The Potential Good News
We are recognizing these issues. We know we can't filter through all the information out there. Google and Ask and Microsoft are all working to make search more relevant. But, it seems to me, that Search is a lousy term. Search implies that once you get a result (once you have "found") that you have reached your end state.
And that is a communications age result. NBC wanted you to feel that when you tuned in, you had "found". Suburbanization wanted you to believe that "home" was a place with a closed door. And it's that thinking that supercharged the entropy of conversation.
We have the Internet to "give" us a voice - to let us blog, to let us tell other Amazon users how great with think Richard Russo is (he is pretty great) - but that's half our journey. And it's all of Microsoft's problem.

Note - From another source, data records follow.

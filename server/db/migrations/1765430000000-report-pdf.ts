import type { MigrationInterface, QueryRunner } from 'typeorm';

/**
 * A signed version's PDF in a table of its own, `report_pdf`, one row per version, written in the
 * same transaction as the version. The signature stores the version (and everything that follows
 * from it) while the PDF is still rendering, then adds the PDF; reads of versions no longer carry
 * the PDF's bytes. Like the version, a PDF is never updated or deleted (trigger and privileges),
 * a constraint trigger checked at commit refuses a version without its PDF, and the stored SHA-256
 * must be that of the bytes. The bytes are
 * stored without compression (a PDF's streams are compressed already).
 */
export class ReportPdf1765430000000 implements MigrationInterface {
  name = 'ReportPdf1765430000000';

  async up(db: QueryRunner): Promise<void> {
    await db.query(`
      CREATE TABLE report_pdf (
        report_version_id uuid PRIMARY KEY REFERENCES report_version (id) ON DELETE RESTRICT,
        pdf bytea NOT NULL,
        pdf_sha256 char(64) NOT NULL CONSTRAINT report_pdf_sha_matches CHECK (pdf_sha256 = encode(sha256(pdf), 'hex'))
      )`);
    await db.query(`ALTER TABLE report_pdf ALTER COLUMN pdf SET STORAGE EXTERNAL`);
    await db.query(`INSERT INTO report_pdf (report_version_id, pdf, pdf_sha256) SELECT id, pdf, pdf_sha256 FROM report_version`);
    await db.query(`CREATE INDEX report_pdf_sha_idx ON report_pdf (pdf_sha256)`);
    await db.query(`DROP INDEX report_version_pdf_idx`);
    await db.query(`ALTER TABLE report_version DROP COLUMN pdf, DROP COLUMN pdf_sha256`);
    await db.query(`
      CREATE TRIGGER report_pdf_no_update_delete BEFORE UPDATE OR DELETE ON report_pdf
      FOR EACH ROW EXECUTE FUNCTION report_version_refuse_change()`);
    await db.query(`
      CREATE TRIGGER report_pdf_no_truncate BEFORE TRUNCATE ON report_pdf
      FOR EACH STATEMENT EXECUTE FUNCTION report_version_refuse_change()`);
    await db.query(`
      CREATE FUNCTION report_version_require_pdf() RETURNS trigger LANGUAGE plpgsql AS $$
      BEGIN
        IF NOT EXISTS (SELECT 1 FROM report_pdf WHERE report_version_id = NEW.id) THEN
          RAISE EXCEPTION 'report version % has no PDF', NEW.id USING ERRCODE = 'integrity_constraint_violation';
        END IF;
        RETURN NULL;
      END $$`);
    await db.query(`
      CREATE CONSTRAINT TRIGGER report_version_has_pdf AFTER INSERT ON report_version
      DEFERRABLE INITIALLY DEFERRED FOR EACH ROW EXECUTE FUNCTION report_version_require_pdf()`);
  }

  async down(db: QueryRunner): Promise<void> {
    await db.query(`DROP TRIGGER report_version_has_pdf ON report_version`);
    await db.query(`DROP FUNCTION report_version_require_pdf()`);
    await db.query(`ALTER TABLE report_version ADD COLUMN pdf bytea NULL, ADD COLUMN pdf_sha256 char(64) NULL`);
    await db.query(`ALTER TABLE report_version DISABLE TRIGGER report_version_no_update_delete`);
    await db.query(`UPDATE report_version v SET pdf = p.pdf, pdf_sha256 = p.pdf_sha256 FROM report_pdf p WHERE p.report_version_id = v.id`);
    await db.query(`ALTER TABLE report_version ENABLE TRIGGER report_version_no_update_delete`);
    await db.query(`ALTER TABLE report_version ALTER COLUMN pdf SET NOT NULL, ALTER COLUMN pdf_sha256 SET NOT NULL`);
    await db.query(`CREATE INDEX report_version_pdf_idx ON report_version (pdf_sha256)`);
    await db.query(`DROP TABLE report_pdf`);
  }
}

Our "voice" on the Internet is a highpoint of convenience. If it says something that makes us uncomfortable we can flame with impunity or we can shut the computer off. Neither increase our problem solving or diplomacy skills. They both, unfortunately, increase our devaluation of human opinion and thought.
As people we rely on each other and need to with the Internet here even more than before.
I think Seth Godin explains the branding thing better - the brain seeks efficiency. Once a choice is made, the brain does not want to expend energy re-evaluatuating that choice. Hence, brand loyalty is strong because the brand helps with identification efficiency. Branding therefore re-inforces a choice. My brain chooses a brand not just for the logic of the immediate selection criteria but the long term efficiency of ease of future recognition and lack of need to re-evaluate the choice.
David
Posted by: David Anderson | 18 July 2006 at 11:07
Wow, thanks for this increadible post, Jim! GREAT STUFF!
I have a lot of feedback actually,so much that I am going to just create a blog post about your blog post.
Posted by: Sam Rose | 18 July 2006 at 12:15
While no one would dispute that Microsoft has caused a great deal of resentment, mostly related to its basically creating a monopoly, I'm not sure that it's really in danger, at least not yet. It will be interesting to see what happens.